Add sort buttons to `TableReport`'s "Table" tab
Problem Description
When using the TableReport on a dataframe with a small enough number of rows (e.g. less than 1e5 or maybe even 1e6), it would be nice to have sort buttons in the column headers of the default "Table" panel similarly to what is done for the "Stats" panel.
Feature Description
I suppose TableReport needs to precompute those views ahead of time, which can be costly when the number of samples or columns are very large.
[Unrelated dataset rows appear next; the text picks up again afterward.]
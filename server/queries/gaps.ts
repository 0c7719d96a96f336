import type { z } from "zod";
import { mainLimit, RULE_SETS } from "../../shared/rule-sets";
import type { GapKind, GapNames, GapsView } from "../../shared/schemas/waiting";
import { rows } from "../lib/db";
import { only } from "../lib/only";
import { type Actor, visible } from "../lib/policy";
import { dayPolicy, findingPolicy, letterPolicy } from "../policies";
import { TRAINING_DUTIES } from "./training";

type Kind = z.infer<typeof GapKind>;
type GapRow = z.infer<typeof GapNames>["rows"][number];

/** From here on a person counts as being in noise: the lowest action value of the rule sets in common use, dB. */
export const IN_NOISE_DB = 80;
/** Names listed at most; the count is of all. */
const NAMES_LIMIT = 2000;

const atEarKeys = RULE_SETS.filter((ruleSet) => mainLimit(ruleSet).judged === "at-the-ear").map(
  ({ key }) => `'${key}'`,
);
export const judgesAtEar = `d.governing_rule_set IN (${[...new Set(atEarKeys)].join(", ")})`;
/** A line that the rule set does not judge is not missing. */
export const isNotAssessed = `(d.verdict_outside = 'not-assessed' OR (d.verdict_at_ear = 'not-assessed' AND ${judgesAtEar}))`;

/** The days of a site's year that the actor may see with what is needed of their current results: read once for all. */
export const yearDays = (actor: Actor) => `
  year_days AS (
    SELECT d.worker_id, d.date, r.id AS result_id, r.outside_db, coalesce(r.at_ear_counted_db, r.at_ear_db) AS at_ear_db, r.grade, r.verdict_outside, r.verdict_at_ear, r.word, r.reason,
      r.governing_rule_set, r.governing_version
    FROM days d LEFT JOIN day_results r ON r.id = d.current_result_id
    WHERE d.site_id = :siteId AND d.date >= make_date(:year, 1, 1) AND d.date <= make_date(:year, 12, 31) AND ${visible(dayPolicy, actor, "d")})`;

/** Who was told, or not told, about a day: one row per worker, day and notice. */
const notices = (condition: string) => `
  SELECT i.worker_id AS id, string_agg(DISTINCT u.name, ', ') AS note, i.date
  FROM notices n JOIN notice_items i ON i.notice_id = n.id JOIN users u ON u.id = n.recipient_id
  JOIN year_days d ON d.worker_id = i.worker_id AND d.date = i.date
  WHERE ${condition} GROUP BY i.worker_id, i.date`;

/**
 * What is missing in a year, each as a query of (id of a worker, note, date).
 *
 * - not-measured: workers over 80 dB without protection on a day known only from a task's level or an estimate, of whom
 *   no run of that year is recorded; with their job and the last such day.
 * - no-protector: workers with an open finding that a protector is required and none assigned, on a day of that year.
 * - not-fitted: workers over 80 dB with a protector, and no test of theirs within the site's interval before the last such
 *   day; where the site states no interval, never a test with what they wore on it; with their job and that day.
 * - letter-late: letters of results about days of that year that reached their worker after the rule's days, or have not
 *   yet and should have; with the day on which each was due.
 * - not-trained: workers over what their rules' duty to train hangs from, and no training within its interval before the
 *   last such day; with that day.
 * - notice-late: worker and day of which somebody was told more than a day after the entry.
 * - notice-not-sent: worker and day of which a notice failed, is held, has an outcome nobody knows, or is overdue.
 * - not-assessed: days without a verdict on a line that their rule set judges, or without any result.
 */
const gapQueries: Record<Kind, (actor: Actor) => string> = {
  "not-measured": () => `
    SELECT d.worker_id AS id, max(j.name) AS note, max(d.date) AS date
    FROM year_days d JOIN workers w ON w.id = d.worker_id LEFT JOIN jobs j ON j.id = w.job_id
    WHERE d.outside_db > ${IN_NOISE_DB} AND d.grade IN ('task-level', 'estimate')
      AND NOT EXISTS (SELECT 1 FROM runs m WHERE m.worker_id = d.worker_id AND m.date >= make_date(:year, 1, 1)
        AND m.date <= make_date(:year, 12, 31) AND NOT m.is_void AND NOT m.is_out AND m.task_id IS NULL)
    GROUP BY d.worker_id`,
  "no-protector": (actor) => `
    SELECT f.worker_id AS id, max(k.name) AS note, max(d.date) AS date
    FROM findings f JOIN finding_evidence e ON e.finding_id = f.id JOIN year_days d ON d.worker_id = e.worker_id AND d.date = e.date
    JOIN day_results r ON r.id = e.result_id LEFT JOIN tasks k ON k.id = r.deciding_task_id
    WHERE f.kind = 'no-protector' AND f.state <> 'closed' AND ${visible(findingPolicy, actor, "f")}
    GROUP BY f.worker_id`,
  "not-fitted": () => `
    SELECT d.worker_id AS id, d.job AS note, d.date
    FROM (SELECT d.worker_id, max(j.name) AS job, max(d.date) AS date FROM year_days d JOIN day_results r ON r.id = d.result_id AND r.has_protector = 'yes'
      JOIN workers w ON w.id = d.worker_id LEFT JOIN jobs j ON j.id = w.job_id WHERE d.outside_db > ${IN_NOISE_DB} GROUP BY d.worker_id) d
    JOIN sites s ON s.id = :siteId
    WHERE NOT EXISTS (SELECT 1 FROM fit_tests f WHERE f.worker_id = d.worker_id AND NOT f.is_void AND f.tested_on <= make_date(:year, 12, 31)
      AND CASE WHEN s.fit_every_months IS NOT NULL THEN f.tested_on > d.date - make_interval(months => s.fit_every_months)
        ELSE EXISTS (SELECT 1 FROM assignments a WHERE a.worker_id = d.worker_id AND a.valid @> d.date AND f.model_id IN (a.inner_model_id, a.outer_model_id)) END)`,
  "letter-late": (actor) => `
    SELECT l.worker_id AS id, NULL AS note, l.due_on AS date
    FROM result_letters l JOIN sites s ON s.id = l.site_id LEFT JOIN notices n ON n.id = l.notice_id LEFT JOIN notice_acknowledgements a ON a.letter_id = l.id
    WHERE EXISTS (SELECT 1 FROM result_letter_days x JOIN year_days d ON d.worker_id = x.worker_id AND d.date = x.date WHERE x.letter_id = l.id)
      AND n.state IS DISTINCT FROM 'withdrawn' AND NOT EXISTS (SELECT 1 FROM result_letters later WHERE later.replaces_id = l.id)
      AND coalesce(least((n.sent_at AT TIME ZONE s.time_zone)::date, a.signed_on, CASE WHEN a.way = 'link' THEN (a.recorded_at AT TIME ZONE s.time_zone)::date END),
        (now() AT TIME ZONE s.time_zone)::date) > l.due_on AND ${visible(letterPolicy, actor, "l")}`,
  "not-trained": () => `
    SELECT d.worker_id AS id, NULL AS note, max(d.date) AS date FROM year_days d JOIN day_results r ON r.id = d.result_id
    JOIN jsonb_to_recordset(CAST(:duties AS jsonb)) AS k("ruleSetKey" text, over jsonpath, "withinDays" int, "everyMonths" int)
      ON k."ruleSetKey" = d.governing_rule_set AND jsonb_path_exists(r.criteria->'governing', k.over)
    GROUP BY d.worker_id HAVING NOT EXISTS (
      SELECT 1 FROM training_attendances a JOIN training_sessions t ON t.id = a.session_id
      WHERE a.worker_id = d.worker_id AND t.struck_reason IS NULL AND t.held_on <= make_date(:year, 12, 31)
        AND t.held_on > coalesce(max(d.date) - make_interval(months => min(k."everyMonths")), '-infinity'))`,
  "notice-late": () =>
    notices("n.state IN ('sent', 'possibly-sent') AND n.sent_at > n.created_at + interval '1 day'"),
  "notice-not-sent": () =>
    notices(
      "(n.state IN ('failed', 'bounced', 'possibly-sent', 'held') OR (n.state IN ('waiting', 'sending') AND (n.last_error IS NOT NULL OR n.not_before < now() - interval '1 day')))",
    ),
  "not-assessed": () => `
    SELECT d.worker_id AS id, coalesce(d.reason, CASE WHEN d.result_id IS NULL THEN 'not-computed' END) AS note, d.date
    FROM year_days d
    WHERE (${isNotAssessed} OR (d.result_id IS NULL AND EXISTS (
      SELECT 1 FROM shifts f WHERE f.worker_id = d.worker_id AND f.date = d.date AND NOT f.is_void)))`,
};

export interface YearOfSite {
  siteId: string;
  year: number;
}

/** What is missing in a site's year, and its months in figures. A fixed number of statements. */
export async function yearGaps(
  actor: Actor,
  { siteId, year }: YearOfSite,
): Promise<z.input<typeof GapsView>> {
  const values = { siteId, year, duties: TRAINING_DUTIES };
  const kinds = Object.keys(gapQueries) as Kind[];
  const counts = kinds.map(
    (kind) =>
      `SELECT '${kind}' AS kind, count(*)::int AS count FROM (${gapQueries[kind](actor)}) g`,
  );
  const months = `SELECT extract(month FROM d.date)::int AS month, count(*)::int AS days,
       count(*) FILTER (WHERE d.verdict_at_ear = 'over')::int AS over,
       count(*) FILTER (WHERE d.verdict_at_ear = 'cant-tell-yet')::int AS "cantTell",
       count(*) FILTER (WHERE ${isNotAssessed})::int AS "notAssessed",
       count(*) FILTER (WHERE d.verdict_outside = 'over')::int AS "overOutside",
       count(*) FILTER (WHERE d.verdict_outside = 'cant-tell-yet')::int AS "cantTellOutside",
       count(*) FILTER (WHERE d.word IN ('too-little', 'too-much'))::int AS "protectorFault",
       count(*) FILTER (WHERE (d.worker_id, d.date) IN (SELECT f.worker_id, f.date FROM shifts f WHERE f.revision > 1))::int AS corrected,
       percentile_cont(0.5) WITHIN GROUP (ORDER BY d.at_ear_db) AS "medianAtEarDb",
       percentile_cont(0.5) WITHIN GROUP (ORDER BY d.outside_db) AS "medianOutsideDb"
     FROM year_days d WHERE d.result_id IS NOT NULL GROUP BY 1 ORDER BY 1`;
  const ruleSets = `SELECT DISTINCT d.governing_rule_set AS key, d.governing_version AS version
     FROM year_days d WHERE d.result_id IS NOT NULL ORDER BY 1, 2`;
  const found = only(
    await rows<Omit<z.input<typeof GapsView>, "years"> & { hasNoInterval: boolean }>(
      `WITH ${yearDays(actor)}
     SELECT (SELECT json_agg(q) FROM (${counts.join(" UNION ALL ")}) q) AS counts,
       (SELECT coalesce(json_agg(q), '[]') FROM (${months}) q) AS months,
       (SELECT coalesce(json_agg(q), '[]') FROM (${ruleSets}) q) AS "ruleSets",
       (SELECT s.fit_every_months IS NULL FROM sites s WHERE s.id = :siteId) AS "hasNoInterval"`,
      values,
    ),
  );
  const years = await rows<{ year: number }>(
    `WITH span AS (SELECT min(d.date) AS first, max(d.date) AS last FROM days d WHERE d.site_id = :siteId)
     SELECT y AS year FROM span, generate_series(extract(year FROM span.last)::int, extract(year FROM span.first)::int, -1) y
     WHERE EXISTS (SELECT 1 FROM days d WHERE d.site_id = :siteId AND d.date BETWEEN make_date(y, 1, 1) AND make_date(y, 12, 31) AND ${visible(dayPolicy, actor, "d")})`,
    values,
  );
  const { hasNoInterval, ...rest } = found;
  return {
    ...rest,
    counts: rest.counts.map((gap) =>
      gap.kind === "not-fitted" && hasNoInterval ? { ...gap, hasNoInterval } : gap,
    ),
    years: years.map(({ year: one }) => one),
  };
}

/** The names behind one count. */
export async function gapNames(
  actor: Actor,
  { siteId, year }: YearOfSite,
  kind: Kind,
): Promise<GapRow[]> {
  return rows<GapRow>(
    `WITH ${yearDays(actor)}
     SELECT g.id, w.name, w.employee_number AS "employeeNumber", g.note, g.date::text AS date
     FROM (${gapQueries[kind](actor)}) g JOIN workers w ON w.id = g.id ORDER BY g.date DESC, w.employee_number LIMIT ${NAMES_LIMIT}`,
    { siteId, year, duties: TRAINING_DUTIES },
  );
}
Still in many common usage cases where people deal with dataframes with a less than 1 million rows and a few hundred columns, that might be fast enough to keep the interactive experience.
Alternative Solutions
Alternatively, one could imagine on-demand computation when the user clicks on the button instead of precomputing but this would require using tools like ipywidget or streamlit which is probably out of scope for skrub.
Additional Context
No response
The TableReport is already accepting anorder_by parameter that allows to sort by a numerical or time column (though it has problems #1464)
I think the main issue with doing this interactively is that atm the report is only storing the first/last n_rows, and drawing the report around those; sorting arbitrary columns would mean pre-sorting everything, as well as keeping track of the entire table, and then redrawing dynamically every time.
From my understanding of the code, this would require rewriting a pretty large chunk of the TableReport code, though I may be wrong.
@jeromedockes will know
Hello Olivier, as @rcap107 explained, the TableReport gives a static view of a tiny subset of the data and doesn't hold a reference to the dataframe. Developing a dynamic version of the TableReport (which could look like hiplot) could bring a lot to the table (pun not intended). This could unlock a huge number of features like the sorting you mention, but that would also be a big heap of work.
As I explained in the description, it would be possible to precompute all the sorted previews (2 * n_columns). Assuming that n_columns (and n_rows) are small enough, it should be cheap enough to precompute all of those previews and can therefore be served in a static way.
Ah, I understand your point now. This could be switched on or off with a maximum column parameter. I don't see it as a priority, though. @GaelVaroquaux WDYT?
I don't see it as a priority, though. @GaelVaroquaux WDYT?
I agree. Not a priority, but good to have :).
Let's say that if someone comes up with a good PR on this feature that does not add too much code complexity and UX complexity, we'll take it :)
it does sound very useful! because we don't need a full sort but only the first and last 5 rows, and hydrating the templates is quite fast, computation time should be fine except for very large dataframes, which would be excluded by the threshold.
one possible drawback is it would make the reports bigger (pages slower to download, using more memory in the browser or IDE)
because we don't need a full sort but only the first and last 5 rows
It's true that polars and pandas have topk / nlargest operators that are more efficients than full-sorts (similar to argpartition in numpy).